Data for this exercise START

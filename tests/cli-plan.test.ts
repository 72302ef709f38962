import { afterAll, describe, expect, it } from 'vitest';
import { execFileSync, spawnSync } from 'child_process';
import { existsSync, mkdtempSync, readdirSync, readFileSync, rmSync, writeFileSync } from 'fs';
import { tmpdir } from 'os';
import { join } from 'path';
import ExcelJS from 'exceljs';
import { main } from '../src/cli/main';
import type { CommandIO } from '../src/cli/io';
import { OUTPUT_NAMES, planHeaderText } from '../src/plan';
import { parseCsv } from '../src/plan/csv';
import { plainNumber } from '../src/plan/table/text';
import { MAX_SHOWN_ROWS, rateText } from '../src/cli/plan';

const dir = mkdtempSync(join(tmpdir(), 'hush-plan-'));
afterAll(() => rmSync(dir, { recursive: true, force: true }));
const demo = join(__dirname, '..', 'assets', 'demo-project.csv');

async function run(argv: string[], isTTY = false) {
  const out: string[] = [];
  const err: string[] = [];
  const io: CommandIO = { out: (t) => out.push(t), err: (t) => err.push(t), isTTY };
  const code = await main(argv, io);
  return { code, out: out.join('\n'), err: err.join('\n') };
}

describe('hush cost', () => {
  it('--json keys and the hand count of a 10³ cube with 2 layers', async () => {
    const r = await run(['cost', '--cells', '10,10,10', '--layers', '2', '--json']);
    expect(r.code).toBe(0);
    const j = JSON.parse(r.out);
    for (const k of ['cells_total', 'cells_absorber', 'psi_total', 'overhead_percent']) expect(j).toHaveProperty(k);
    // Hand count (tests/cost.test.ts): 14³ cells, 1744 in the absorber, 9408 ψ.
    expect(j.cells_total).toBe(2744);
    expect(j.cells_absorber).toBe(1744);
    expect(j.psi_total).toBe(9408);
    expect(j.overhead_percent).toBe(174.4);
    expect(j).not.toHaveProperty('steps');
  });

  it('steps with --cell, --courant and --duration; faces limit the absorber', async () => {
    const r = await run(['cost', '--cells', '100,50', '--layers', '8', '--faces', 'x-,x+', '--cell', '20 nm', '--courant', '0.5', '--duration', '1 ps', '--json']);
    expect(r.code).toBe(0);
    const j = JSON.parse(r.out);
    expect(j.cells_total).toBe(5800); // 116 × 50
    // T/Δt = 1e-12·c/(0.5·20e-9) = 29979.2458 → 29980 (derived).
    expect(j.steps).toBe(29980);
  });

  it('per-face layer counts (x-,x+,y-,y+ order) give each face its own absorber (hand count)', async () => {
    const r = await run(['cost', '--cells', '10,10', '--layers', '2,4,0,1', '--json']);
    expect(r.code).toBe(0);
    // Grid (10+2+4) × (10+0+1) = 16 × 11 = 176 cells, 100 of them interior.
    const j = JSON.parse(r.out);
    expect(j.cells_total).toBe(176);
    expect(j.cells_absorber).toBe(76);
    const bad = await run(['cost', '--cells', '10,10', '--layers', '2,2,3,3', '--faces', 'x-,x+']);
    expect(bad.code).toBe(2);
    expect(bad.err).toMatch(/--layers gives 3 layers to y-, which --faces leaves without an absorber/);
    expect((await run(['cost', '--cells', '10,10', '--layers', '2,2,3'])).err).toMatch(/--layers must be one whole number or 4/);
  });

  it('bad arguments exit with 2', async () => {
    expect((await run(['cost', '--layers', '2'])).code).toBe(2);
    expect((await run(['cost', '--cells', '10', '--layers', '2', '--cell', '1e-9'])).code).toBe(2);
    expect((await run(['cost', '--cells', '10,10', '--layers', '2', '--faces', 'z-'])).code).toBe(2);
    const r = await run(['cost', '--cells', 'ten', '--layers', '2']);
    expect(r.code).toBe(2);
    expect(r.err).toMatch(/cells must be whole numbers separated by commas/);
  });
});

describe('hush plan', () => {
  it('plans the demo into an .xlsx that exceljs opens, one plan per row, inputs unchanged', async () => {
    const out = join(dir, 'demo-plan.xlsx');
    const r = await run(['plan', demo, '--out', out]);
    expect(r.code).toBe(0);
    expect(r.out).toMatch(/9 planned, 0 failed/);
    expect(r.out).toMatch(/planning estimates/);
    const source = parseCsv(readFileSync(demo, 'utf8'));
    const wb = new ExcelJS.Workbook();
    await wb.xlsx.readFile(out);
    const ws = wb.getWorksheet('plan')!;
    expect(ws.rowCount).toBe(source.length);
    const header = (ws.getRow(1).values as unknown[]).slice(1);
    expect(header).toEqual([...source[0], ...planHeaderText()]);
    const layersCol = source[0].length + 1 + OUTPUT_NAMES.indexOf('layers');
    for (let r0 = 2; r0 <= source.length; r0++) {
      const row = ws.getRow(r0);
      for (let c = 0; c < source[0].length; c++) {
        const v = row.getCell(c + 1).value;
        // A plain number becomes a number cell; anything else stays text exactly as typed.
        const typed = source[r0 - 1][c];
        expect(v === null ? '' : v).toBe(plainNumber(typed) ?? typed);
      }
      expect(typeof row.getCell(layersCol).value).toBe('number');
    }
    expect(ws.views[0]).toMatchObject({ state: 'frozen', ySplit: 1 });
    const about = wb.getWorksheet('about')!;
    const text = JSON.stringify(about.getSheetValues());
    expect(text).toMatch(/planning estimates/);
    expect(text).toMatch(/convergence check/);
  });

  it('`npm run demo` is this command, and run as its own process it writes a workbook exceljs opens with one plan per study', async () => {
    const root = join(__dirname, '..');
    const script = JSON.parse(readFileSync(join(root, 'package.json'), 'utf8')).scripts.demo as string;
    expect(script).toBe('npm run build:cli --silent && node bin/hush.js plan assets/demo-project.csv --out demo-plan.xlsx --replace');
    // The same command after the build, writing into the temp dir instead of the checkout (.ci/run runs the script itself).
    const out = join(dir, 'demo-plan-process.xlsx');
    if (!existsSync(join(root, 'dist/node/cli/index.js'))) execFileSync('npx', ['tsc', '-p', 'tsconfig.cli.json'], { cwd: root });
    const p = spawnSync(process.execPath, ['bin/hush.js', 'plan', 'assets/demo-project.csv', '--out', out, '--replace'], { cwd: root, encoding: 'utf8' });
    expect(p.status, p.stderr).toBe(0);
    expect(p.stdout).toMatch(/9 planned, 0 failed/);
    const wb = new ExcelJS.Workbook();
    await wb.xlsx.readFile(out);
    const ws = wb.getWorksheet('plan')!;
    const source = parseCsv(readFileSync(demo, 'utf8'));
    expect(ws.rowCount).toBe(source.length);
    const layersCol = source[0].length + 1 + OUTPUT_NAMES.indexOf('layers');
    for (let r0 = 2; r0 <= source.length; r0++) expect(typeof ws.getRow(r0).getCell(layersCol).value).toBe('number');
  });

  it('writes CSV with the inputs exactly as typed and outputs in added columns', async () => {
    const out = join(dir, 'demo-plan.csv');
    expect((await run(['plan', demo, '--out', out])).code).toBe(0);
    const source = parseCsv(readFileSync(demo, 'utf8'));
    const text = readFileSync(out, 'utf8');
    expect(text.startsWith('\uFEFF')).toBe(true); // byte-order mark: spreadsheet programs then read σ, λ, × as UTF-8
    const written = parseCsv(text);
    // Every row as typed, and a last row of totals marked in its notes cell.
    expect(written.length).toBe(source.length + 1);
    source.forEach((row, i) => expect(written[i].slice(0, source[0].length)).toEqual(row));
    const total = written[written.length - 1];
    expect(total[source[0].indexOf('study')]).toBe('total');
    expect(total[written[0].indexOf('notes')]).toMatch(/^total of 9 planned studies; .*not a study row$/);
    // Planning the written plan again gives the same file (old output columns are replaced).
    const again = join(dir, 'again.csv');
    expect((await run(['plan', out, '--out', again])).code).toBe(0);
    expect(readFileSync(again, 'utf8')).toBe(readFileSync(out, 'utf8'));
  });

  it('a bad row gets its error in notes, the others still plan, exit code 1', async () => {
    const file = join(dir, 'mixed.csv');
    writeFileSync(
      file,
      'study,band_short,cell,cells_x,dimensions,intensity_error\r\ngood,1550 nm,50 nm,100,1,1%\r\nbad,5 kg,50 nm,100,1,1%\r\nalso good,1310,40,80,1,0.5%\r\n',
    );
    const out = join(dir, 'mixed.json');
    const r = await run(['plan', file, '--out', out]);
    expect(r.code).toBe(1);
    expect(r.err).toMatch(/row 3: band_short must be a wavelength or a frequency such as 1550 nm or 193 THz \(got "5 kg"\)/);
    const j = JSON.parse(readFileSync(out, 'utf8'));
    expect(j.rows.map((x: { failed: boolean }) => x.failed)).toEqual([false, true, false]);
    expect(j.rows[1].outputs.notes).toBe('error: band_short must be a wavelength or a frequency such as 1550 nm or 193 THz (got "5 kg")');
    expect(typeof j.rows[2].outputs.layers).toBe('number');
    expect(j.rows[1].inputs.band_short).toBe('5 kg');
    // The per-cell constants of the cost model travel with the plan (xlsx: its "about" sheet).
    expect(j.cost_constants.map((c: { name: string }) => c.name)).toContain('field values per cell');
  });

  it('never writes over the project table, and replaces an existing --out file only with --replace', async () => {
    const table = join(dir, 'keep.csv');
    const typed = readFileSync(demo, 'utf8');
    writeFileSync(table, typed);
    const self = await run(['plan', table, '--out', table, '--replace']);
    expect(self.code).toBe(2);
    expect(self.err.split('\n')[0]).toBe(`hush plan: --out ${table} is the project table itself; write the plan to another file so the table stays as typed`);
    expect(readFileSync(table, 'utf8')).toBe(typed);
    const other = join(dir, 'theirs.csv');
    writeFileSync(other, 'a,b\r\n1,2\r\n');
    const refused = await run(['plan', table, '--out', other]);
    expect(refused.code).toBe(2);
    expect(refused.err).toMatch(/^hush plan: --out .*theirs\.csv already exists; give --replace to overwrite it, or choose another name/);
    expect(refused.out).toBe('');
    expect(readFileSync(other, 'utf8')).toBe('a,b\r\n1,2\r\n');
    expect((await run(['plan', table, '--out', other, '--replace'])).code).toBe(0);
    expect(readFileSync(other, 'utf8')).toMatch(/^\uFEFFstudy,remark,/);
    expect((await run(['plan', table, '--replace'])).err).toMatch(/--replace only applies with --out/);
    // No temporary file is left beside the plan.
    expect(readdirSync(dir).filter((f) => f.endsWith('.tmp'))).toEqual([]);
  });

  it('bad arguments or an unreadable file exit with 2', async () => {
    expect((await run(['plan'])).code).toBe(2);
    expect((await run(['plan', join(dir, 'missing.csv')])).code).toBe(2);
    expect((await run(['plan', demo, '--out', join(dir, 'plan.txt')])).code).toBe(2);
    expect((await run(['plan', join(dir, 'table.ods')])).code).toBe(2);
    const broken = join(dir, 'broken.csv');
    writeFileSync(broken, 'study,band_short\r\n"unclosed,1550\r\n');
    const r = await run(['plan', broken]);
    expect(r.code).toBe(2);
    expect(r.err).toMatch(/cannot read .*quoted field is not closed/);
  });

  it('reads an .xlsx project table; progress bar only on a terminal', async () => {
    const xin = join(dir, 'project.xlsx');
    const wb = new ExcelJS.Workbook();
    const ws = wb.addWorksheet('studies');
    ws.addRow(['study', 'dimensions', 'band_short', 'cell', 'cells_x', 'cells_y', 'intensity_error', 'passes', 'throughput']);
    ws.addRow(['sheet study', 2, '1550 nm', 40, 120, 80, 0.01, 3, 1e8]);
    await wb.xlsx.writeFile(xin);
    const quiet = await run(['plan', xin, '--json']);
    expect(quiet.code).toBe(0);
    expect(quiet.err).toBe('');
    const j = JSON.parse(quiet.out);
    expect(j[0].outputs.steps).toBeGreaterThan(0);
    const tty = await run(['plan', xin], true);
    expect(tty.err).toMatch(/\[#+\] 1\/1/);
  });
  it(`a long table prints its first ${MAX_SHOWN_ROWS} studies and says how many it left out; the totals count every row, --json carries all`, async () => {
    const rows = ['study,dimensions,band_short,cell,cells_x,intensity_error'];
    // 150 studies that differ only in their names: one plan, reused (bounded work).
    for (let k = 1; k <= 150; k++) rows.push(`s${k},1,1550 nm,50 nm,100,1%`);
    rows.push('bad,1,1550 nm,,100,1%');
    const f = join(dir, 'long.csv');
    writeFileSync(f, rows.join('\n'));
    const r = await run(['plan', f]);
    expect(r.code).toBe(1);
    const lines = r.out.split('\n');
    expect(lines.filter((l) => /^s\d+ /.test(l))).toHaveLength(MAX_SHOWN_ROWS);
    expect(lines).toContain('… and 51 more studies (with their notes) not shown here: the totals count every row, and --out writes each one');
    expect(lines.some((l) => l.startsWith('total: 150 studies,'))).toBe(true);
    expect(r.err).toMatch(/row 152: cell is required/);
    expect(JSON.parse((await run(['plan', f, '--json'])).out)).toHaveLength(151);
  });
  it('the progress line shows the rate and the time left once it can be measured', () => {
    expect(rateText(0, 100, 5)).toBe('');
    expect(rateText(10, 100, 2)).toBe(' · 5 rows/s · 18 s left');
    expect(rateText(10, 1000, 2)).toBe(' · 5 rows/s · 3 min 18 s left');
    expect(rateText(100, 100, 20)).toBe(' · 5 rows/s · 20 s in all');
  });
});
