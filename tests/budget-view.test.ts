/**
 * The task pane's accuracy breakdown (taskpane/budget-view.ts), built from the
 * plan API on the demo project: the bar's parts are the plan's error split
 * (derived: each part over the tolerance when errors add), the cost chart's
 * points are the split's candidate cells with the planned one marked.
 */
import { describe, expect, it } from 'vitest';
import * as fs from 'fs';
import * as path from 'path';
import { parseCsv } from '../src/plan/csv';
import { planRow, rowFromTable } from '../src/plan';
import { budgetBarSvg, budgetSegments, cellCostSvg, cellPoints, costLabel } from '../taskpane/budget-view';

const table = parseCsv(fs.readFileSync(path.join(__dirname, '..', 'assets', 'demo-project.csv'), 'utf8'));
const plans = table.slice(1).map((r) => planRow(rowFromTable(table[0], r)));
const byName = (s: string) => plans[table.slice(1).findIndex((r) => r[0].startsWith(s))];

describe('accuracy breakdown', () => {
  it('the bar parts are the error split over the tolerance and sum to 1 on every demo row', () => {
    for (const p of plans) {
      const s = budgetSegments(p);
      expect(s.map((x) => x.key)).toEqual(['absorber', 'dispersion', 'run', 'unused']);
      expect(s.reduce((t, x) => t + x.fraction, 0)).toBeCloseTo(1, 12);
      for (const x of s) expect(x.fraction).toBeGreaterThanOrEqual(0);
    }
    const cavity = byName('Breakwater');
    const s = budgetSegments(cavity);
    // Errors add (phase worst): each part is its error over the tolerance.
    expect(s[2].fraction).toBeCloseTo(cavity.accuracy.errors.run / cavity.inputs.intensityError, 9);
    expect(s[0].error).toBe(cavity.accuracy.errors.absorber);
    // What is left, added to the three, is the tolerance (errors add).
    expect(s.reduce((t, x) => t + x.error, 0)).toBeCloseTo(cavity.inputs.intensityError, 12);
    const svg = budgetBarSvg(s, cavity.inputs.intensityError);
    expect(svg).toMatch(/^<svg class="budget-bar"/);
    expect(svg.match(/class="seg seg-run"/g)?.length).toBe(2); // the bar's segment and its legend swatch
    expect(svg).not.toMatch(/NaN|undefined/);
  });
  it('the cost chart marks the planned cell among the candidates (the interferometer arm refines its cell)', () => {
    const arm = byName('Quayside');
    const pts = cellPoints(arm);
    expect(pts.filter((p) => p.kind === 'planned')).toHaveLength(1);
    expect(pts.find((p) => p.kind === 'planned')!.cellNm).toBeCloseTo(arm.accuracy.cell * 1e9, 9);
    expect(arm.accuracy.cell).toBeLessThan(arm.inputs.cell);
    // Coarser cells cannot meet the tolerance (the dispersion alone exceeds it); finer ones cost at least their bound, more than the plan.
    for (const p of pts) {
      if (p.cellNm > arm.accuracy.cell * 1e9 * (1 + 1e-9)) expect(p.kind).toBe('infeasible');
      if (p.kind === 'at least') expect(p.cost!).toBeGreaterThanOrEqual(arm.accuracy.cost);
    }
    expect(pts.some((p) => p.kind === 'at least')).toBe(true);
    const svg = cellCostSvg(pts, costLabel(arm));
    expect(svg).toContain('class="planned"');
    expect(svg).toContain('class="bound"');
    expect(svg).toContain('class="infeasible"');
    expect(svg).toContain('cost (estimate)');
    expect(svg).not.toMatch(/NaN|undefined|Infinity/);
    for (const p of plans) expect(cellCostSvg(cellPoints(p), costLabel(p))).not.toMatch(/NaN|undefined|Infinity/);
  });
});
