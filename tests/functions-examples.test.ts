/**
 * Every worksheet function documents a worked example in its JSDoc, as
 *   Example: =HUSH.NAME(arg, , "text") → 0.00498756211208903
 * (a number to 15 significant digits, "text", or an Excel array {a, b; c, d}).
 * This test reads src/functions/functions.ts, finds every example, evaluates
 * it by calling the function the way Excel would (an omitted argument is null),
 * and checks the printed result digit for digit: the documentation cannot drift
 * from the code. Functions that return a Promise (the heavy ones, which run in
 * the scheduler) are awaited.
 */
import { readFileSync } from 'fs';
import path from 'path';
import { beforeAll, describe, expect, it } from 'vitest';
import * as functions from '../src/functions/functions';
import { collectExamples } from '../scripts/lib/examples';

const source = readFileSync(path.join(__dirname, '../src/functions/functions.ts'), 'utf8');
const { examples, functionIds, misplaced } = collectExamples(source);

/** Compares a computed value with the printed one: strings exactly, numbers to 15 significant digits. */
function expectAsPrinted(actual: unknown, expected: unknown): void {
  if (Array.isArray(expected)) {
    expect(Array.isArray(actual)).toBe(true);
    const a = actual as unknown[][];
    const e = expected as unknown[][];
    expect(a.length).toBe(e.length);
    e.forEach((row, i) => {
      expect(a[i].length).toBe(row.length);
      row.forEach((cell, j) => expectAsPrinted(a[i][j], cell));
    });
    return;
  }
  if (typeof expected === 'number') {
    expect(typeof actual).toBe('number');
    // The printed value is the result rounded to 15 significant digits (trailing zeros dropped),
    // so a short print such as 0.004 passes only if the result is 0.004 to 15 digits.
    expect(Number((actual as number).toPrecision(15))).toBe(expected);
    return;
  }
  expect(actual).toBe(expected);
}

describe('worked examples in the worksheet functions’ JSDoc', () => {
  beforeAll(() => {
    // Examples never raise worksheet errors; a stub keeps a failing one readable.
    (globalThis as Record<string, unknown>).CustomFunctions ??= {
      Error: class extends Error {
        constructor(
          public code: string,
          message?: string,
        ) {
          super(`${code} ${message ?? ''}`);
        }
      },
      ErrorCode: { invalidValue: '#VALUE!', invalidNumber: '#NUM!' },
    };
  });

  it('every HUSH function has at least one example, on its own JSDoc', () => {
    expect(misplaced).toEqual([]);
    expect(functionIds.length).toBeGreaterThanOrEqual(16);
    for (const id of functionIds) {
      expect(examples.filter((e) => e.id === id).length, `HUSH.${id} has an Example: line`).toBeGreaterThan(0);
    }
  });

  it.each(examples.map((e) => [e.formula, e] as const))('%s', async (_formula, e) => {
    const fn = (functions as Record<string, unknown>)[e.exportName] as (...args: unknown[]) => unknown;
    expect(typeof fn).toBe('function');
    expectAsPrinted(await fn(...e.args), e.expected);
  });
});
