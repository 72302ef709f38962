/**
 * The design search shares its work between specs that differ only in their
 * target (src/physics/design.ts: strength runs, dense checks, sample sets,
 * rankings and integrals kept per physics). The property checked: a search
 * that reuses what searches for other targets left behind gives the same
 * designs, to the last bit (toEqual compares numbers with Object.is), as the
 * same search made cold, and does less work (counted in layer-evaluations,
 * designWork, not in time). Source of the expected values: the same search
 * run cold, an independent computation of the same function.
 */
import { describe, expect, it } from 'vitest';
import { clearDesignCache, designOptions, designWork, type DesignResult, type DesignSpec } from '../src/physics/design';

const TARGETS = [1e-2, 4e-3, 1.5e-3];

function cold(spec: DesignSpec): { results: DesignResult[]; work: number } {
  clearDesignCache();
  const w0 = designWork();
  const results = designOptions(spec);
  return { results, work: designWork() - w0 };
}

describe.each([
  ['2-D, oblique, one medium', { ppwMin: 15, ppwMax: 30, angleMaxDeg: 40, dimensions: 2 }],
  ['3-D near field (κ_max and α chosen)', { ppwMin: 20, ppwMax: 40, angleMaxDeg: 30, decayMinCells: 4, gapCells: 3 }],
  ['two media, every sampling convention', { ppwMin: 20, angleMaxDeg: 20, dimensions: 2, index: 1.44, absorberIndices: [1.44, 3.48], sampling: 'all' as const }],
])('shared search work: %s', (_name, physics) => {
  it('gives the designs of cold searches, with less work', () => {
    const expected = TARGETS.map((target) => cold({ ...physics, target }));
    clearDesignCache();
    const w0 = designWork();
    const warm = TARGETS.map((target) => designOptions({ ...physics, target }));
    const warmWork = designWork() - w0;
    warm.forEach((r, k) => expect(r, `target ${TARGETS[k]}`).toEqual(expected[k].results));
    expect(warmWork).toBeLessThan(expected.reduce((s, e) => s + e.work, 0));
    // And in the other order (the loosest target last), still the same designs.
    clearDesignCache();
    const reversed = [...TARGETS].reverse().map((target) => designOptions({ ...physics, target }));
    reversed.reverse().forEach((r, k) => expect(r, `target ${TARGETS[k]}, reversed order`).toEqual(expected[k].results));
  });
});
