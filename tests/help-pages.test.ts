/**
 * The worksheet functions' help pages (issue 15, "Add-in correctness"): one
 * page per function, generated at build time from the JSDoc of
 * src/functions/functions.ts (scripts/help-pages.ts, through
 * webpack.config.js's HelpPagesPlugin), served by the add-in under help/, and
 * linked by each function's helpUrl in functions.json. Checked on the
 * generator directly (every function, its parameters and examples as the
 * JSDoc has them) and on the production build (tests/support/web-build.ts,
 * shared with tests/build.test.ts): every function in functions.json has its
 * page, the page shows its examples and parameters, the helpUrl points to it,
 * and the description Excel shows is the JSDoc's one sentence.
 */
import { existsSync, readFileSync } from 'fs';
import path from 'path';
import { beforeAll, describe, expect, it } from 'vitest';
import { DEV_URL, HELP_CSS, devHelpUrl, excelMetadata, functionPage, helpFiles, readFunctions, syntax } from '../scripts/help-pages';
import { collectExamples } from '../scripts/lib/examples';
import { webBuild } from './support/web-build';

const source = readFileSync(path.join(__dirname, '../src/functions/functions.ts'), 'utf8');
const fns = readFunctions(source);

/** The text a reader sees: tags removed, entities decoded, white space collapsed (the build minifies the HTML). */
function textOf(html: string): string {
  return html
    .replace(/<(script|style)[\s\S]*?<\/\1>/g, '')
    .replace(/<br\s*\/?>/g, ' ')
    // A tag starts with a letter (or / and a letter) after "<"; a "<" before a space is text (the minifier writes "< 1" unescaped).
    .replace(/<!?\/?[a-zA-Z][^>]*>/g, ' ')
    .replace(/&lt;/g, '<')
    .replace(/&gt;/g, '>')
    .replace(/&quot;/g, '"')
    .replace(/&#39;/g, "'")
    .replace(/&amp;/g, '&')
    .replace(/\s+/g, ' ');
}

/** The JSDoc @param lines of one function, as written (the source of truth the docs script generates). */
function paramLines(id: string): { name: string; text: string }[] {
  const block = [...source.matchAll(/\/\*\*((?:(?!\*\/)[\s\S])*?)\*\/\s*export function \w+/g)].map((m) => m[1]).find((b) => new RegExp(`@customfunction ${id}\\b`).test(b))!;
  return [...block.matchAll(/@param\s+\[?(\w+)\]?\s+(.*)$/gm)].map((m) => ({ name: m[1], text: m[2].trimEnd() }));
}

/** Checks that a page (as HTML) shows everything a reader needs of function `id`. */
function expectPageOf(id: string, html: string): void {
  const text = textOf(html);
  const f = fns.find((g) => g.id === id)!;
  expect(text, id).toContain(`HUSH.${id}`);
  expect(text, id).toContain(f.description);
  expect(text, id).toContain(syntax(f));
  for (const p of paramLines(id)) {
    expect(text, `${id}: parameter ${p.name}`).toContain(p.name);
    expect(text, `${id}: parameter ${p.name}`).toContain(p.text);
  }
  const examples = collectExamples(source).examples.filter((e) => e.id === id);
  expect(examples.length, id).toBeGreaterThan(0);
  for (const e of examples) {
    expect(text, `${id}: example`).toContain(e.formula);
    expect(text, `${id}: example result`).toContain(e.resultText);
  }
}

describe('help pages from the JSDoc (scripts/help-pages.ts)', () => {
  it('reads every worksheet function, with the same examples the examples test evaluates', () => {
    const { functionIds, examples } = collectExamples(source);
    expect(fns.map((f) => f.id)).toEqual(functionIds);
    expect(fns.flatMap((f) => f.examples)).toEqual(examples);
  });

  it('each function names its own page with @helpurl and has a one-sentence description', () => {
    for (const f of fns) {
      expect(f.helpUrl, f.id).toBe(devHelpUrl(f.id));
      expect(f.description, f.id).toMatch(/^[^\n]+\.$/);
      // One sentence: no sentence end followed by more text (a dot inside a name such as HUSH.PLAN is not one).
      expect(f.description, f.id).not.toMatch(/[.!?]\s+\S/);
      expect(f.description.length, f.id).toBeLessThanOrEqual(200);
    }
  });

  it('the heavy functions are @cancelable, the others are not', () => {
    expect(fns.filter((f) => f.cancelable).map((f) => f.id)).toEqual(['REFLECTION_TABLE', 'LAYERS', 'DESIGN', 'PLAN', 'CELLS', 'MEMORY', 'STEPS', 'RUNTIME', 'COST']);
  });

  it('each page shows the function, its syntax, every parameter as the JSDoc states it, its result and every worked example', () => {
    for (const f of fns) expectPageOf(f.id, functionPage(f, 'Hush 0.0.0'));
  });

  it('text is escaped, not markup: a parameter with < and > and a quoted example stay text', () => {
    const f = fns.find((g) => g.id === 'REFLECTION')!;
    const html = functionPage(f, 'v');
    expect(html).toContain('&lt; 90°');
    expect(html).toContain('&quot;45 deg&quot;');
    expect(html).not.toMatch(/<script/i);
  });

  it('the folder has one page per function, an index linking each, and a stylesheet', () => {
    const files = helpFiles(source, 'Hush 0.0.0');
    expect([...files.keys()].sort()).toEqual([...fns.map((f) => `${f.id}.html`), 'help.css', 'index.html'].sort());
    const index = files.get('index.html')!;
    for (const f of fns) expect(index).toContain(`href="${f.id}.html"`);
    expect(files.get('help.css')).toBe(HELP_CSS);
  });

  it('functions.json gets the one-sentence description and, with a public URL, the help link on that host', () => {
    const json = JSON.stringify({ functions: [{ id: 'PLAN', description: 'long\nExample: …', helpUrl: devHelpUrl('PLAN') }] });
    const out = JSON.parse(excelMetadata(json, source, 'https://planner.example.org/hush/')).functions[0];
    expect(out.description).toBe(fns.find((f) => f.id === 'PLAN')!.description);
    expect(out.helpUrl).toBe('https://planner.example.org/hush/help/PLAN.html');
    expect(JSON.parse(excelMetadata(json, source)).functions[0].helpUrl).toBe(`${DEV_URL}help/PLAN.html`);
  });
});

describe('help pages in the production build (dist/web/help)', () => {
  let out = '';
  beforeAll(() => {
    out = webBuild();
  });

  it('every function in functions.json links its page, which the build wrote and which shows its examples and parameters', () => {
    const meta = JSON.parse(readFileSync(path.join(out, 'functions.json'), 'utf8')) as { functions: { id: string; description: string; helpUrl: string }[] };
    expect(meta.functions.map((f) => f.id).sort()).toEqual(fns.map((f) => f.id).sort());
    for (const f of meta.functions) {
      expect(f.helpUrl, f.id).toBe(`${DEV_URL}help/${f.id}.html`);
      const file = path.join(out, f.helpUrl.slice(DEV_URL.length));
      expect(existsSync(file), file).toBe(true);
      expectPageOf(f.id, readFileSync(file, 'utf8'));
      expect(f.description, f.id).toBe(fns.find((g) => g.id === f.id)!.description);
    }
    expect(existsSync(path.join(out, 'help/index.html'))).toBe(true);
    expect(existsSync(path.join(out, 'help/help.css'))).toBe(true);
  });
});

Data for this exercise END

**Exercise prompt**.
Show every line above in which the word "undefined" occurs.

**Response**.
    expect(svg).not.toMatch(/NaN|undefined/);
    expect(svg).not.toMatch(/NaN|undefined|Infinity/);
    for (const p of plans) expect(cellCostSvg(cellPoints(p), costLabel(p))).not.toMatch(/NaN|undefined|Infinity/);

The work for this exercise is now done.